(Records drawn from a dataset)
▬▬▬▬▬▬▬▬▬▬

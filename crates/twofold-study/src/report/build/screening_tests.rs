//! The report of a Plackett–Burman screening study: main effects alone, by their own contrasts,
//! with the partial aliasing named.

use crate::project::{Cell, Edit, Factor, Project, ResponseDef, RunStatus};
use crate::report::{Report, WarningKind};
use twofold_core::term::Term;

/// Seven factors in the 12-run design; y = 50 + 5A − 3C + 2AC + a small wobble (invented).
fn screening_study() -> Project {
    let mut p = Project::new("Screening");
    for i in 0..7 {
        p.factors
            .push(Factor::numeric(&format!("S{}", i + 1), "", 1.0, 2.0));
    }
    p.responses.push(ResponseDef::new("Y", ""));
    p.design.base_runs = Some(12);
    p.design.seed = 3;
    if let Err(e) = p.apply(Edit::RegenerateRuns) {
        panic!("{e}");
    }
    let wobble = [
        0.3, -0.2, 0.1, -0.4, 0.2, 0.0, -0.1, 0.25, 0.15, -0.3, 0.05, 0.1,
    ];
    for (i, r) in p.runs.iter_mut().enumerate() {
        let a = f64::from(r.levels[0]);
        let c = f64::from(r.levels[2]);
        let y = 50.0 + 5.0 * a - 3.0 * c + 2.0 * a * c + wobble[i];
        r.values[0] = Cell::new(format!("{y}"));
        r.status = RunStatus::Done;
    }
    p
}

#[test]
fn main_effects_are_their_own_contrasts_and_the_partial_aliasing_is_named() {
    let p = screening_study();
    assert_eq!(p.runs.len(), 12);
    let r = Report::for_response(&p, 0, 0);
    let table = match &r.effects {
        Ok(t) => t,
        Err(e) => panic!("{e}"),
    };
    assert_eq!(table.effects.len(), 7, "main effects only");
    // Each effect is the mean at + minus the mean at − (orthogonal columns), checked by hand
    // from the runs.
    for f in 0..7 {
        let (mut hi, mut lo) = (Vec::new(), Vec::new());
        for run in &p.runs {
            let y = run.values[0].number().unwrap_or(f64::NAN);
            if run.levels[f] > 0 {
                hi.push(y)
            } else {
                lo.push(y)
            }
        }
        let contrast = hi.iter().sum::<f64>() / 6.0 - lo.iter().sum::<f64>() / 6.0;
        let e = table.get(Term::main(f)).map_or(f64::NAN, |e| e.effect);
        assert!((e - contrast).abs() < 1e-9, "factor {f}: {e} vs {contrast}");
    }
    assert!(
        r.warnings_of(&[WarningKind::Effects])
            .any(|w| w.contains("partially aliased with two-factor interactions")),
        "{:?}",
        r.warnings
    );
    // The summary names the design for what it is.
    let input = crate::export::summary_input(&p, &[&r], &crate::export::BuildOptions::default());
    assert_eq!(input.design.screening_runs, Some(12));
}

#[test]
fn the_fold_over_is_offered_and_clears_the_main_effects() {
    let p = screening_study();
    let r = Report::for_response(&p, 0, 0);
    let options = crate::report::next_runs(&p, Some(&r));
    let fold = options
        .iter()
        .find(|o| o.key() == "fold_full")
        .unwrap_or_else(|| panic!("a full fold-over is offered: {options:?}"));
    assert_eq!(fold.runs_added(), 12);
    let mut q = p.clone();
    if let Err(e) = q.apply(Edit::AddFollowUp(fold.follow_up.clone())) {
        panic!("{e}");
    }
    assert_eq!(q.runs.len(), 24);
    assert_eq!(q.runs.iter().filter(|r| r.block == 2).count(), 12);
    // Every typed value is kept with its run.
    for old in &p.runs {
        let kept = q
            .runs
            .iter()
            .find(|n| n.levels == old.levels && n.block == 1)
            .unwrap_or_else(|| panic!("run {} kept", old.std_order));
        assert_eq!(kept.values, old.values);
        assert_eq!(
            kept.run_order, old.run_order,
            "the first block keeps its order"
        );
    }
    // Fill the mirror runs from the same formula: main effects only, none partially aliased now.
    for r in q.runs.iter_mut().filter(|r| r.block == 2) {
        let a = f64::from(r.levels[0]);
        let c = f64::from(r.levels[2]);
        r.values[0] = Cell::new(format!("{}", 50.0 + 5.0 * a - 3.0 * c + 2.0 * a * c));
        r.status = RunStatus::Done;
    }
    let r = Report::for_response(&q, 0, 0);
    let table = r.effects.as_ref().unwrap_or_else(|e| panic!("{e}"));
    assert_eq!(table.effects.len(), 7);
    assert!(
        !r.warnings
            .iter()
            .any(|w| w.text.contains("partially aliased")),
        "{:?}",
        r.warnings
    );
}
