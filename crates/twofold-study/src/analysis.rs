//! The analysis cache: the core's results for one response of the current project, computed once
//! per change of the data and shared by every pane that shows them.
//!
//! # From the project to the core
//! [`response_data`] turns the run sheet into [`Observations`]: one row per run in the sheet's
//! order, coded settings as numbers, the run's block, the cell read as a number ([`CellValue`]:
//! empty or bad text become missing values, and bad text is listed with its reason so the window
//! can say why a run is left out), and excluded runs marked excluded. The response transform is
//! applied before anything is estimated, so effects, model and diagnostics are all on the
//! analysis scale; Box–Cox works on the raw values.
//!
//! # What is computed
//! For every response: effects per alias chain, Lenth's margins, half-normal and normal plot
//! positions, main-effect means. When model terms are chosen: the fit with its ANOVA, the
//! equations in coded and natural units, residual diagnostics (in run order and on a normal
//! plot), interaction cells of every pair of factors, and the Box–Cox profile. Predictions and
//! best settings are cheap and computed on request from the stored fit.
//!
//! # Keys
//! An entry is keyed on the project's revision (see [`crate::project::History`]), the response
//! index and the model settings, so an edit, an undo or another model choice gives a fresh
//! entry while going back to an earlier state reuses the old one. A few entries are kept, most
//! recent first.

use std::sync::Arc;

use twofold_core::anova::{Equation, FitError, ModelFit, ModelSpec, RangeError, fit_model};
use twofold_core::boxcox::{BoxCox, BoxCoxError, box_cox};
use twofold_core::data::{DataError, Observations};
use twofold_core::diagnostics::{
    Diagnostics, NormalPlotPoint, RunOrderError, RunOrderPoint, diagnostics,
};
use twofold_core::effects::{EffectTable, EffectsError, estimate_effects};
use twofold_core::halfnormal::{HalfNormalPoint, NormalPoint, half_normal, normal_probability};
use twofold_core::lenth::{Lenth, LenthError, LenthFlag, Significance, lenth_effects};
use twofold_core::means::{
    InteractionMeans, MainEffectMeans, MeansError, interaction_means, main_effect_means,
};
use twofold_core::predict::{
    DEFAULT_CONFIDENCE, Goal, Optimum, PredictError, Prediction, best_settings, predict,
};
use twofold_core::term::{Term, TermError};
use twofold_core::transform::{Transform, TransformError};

▬▬▬▬▬▬▬▬▬▬

PROMPT
Pick from the records each line that contains the word "design" and show it.

RESPONSE AREA
/// Seven factors in the 12-run design; y = 50 + 5A − 3C + 2AC + a small wobble (invented).
    p.design.base_runs = Some(12);
    p.design.seed = 3;
    // The summary names the design for what it is.
    assert_eq!(input.design.screening_runs, Some(12));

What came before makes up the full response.